Está aí uma pergunta que eu nunca soube responder. Da onde vêm minhas ideias? Se eu soubesse já teria eliminado a fonte de uma parte delas, rs.
O que sei é que uma ideia minha costuma surgir diante das ideias dos outros. Quando decido me opor a elas, ou juntar ideias díspares, acho que uma parte das minhas ideias surge aí. Então acho que filmes, textos, palestras, conversas com pessoas que estudam coisas muito diferentes das minhas, costumam ajudar. E sair para caminhar e dançar – não é brincadeira –: a gente às vezes esquece, mas também o corpo também pensa.
O que você acha que mudou no seu processo de escrita ao longo dos anos? O que você diria a si mesma se pudesse voltar à escrita de seus primeiros textos?
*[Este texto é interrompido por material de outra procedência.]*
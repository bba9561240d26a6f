/**
 * Benchmark of template building: Nside 256, 4 energy planes, pair absorption
 * on the CMB, against a numpy-vectorised implementation of the same integrand
 * (scripts/templates_numpy_bench.py: same model grid, same samples per line of
 * sight, same bilinear interpolation and absorption weights) in the same run.
 * Prints both times, their ratio (target: skyspan <= 0.5 x numpy) and the
 * largest relative difference between the two maps.
 * Run alone: npx tsx bench/templates.ts
 */
import { execFileSync } from 'node:child_process';
import { mkdtempSync, readFileSync, rmSync, writeFileSync } from 'node:fs';
import { tmpdir } from 'node:os';
import { join } from 'node:path';
import { parseTemplateSpec } from '../src/templates/templateSpec.js';
import { buildTemplate } from '../src/templates/buildTemplate.js';
import { prepareIntegration } from '../src/templates/lineOfSight.js';
import { defaultAttenuationLength } from '../src/templates/absorption.js';
import { KPC_CM } from '../src/physics/constants.js';

const SPEC = parseTemplateSpec(`name: bench
gas:
  - {component: hiDickeyLockman}
  - {component: h2NakanishiSofue2006, factor: 2}
cosmicRays: {distribution: lorimer2006, haloHeightKpc: 4, indexGradientPerKpc: 0.02}`);
const ENERGIES_GEV = [1e5, 3e5, 1e6, 3e6];
const NSIDE = 256;

/** Runs the benchmark and returns the figures (also printed). */
export async function benchTemplates(): Promise<{ skyspanSeconds: number; numpySeconds: number; ratio: number; maxRelDiff: number }> {
  const t0 = performance.now();
  const built = await buildTemplate(SPEC, { nside: NSIDE, energiesGeV: ENERGIES_GEV, absorption: true, workers: 2 });
  const skyspanSeconds = (performance.now() - t0) / 1000;

  // The same grid and samples for the numpy run.
  const lambda = await defaultAttenuationLength();
  const k = prepareIntegration(SPEC, ENERGIES_GEV, 0, lambda);
  const dir = mkdtempSync(join(tmpdir(), 'skyspan-bench-templates-'));
  try {
    writeFileSync(join(dir, 'params.json'), JSON.stringify({ nR: k.nR, nU: k.nU, nE: k.nE, nside: NSIDE, dRKpc: k.dRKpc,
      zScaleKpc: k.zScaleKpc, rSunKpc: k.rSunKpc, zSunKpc: k.zSunKpc }));
    writeFileSync(join(dir, 'grid.f32'), new Uint8Array(k.values.buffer, k.values.byteOffset, k.values.byteLength));
    writeFileSync(join(dir, 's.f64'), new Uint8Array(k.sKpc.buffer));
    writeFileSync(join(dir, 'w.f64'), new Uint8Array(k.wKpc.buffer));
    writeFileSync(join(dir, 'surv.f64'), new Uint8Array(k.survival!.buffer));
    const res = JSON.parse(execFileSync('/usr/bin/python3', ['scripts/templates_numpy_bench.py', dir], { encoding: 'utf8' })) as { seconds: number };
    const buf = readFileSync(join(dir, 'out.f64'));
    const ref = new Float64Array(buf.buffer, buf.byteOffset, buf.byteLength / 8);
    const npix = 12 * NSIDE * NSIDE;
    let maxRelDiff = 0;
    for (let e = 0; e < ENERGIES_GEV.length; e++) {
      const plane = built.map.planes[e];
      for (let p = 0; p < npix; p++) {
        const r = ref[e * npix + p] * KPC_CM;
        if (r > 0) maxRelDiff = Math.max(maxRelDiff, Math.abs(plane[p] / r - 1));
      }
    }
    const ratio = skyspanSeconds / res.seconds;
    const samples = k.sKpc.length;
    console.log(`templates: Nside ${NSIDE}, ${ENERGIES_GEV.length} planes, absorption on, ${samples} samples per line of sight`);
    console.log(`  skyspan (grid + 2 worker threads): ${skyspanSeconds.toFixed(2)} s`);
    console.log(`  numpy (vectorised, grid given):    ${res.seconds.toFixed(2)} s`);
    console.log(`  ratio skyspan/numpy: ${ratio.toFixed(3)} (target <= 0.5); max relative difference of the maps ${maxRelDiff.toExponential(2)}`);
    return { skyspanSeconds, numpySeconds: res.seconds, ratio, maxRelDiff };
  } finally {
    rmSync(dir, { recursive: true, force: true });
  }
}

if (import.meta.url === `file://${process.argv[1]}`) {
  await benchTemplates();
}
Eu sofro menos e escrevo mais.
Não gosto desses conselhos que a gente dá pra nossa versão mais jovem, eles são sempre muito redondinhos e bonitinhos. Até porque, se eu tivesse feito outro percurso durante a minha vida provavelmente não teria os conselhos que posso dar hoje. Conselho que não provém da experiência (geralmente de dor, erro, frustração e fracasso) tem um nome: best seller de auto-ajuda.
Vou te propor outra coisa: gosto de imaginar uma ficção. Eu, daqui a dez anos, dando conselhos para mim mesma.
Atualmente, os conselhos que me dou quando o tema é escrita são os seguintes: faça mais exercícios físicos, pare de gastar tanto tempo no Instagram e publique mais.
Que projeto você gostaria de fazer, mas ainda não começou? Que livro você gostaria de ler e ele ainda não existe?
Acho que comecei vários projetos, a questão é tirá-los da gaveta. Talvez o que eu mais queira continuar seja um livro de ficção que comecei a escrever.
Gostaria de ler um livro que desmontasse muitas das minhas certezas. Mas talvez ele já exista e eu ainda não tenha tido a sorte de encontrá-lo. Um livro assim é como a ilha desconhecida (do livro O Conto da Ilha Desconhecida, do Saramago): não é porque ninguém encontrou e colocou no mapa que ele não existe. Aliás, esse é um livro bom de desejar: um livro que ainda não foi lido por ninguém. Quem sabe os textos da mala que, dizem, Walter Benjamin carregava antes de se matar e que nunca foi achada? Seria incrível.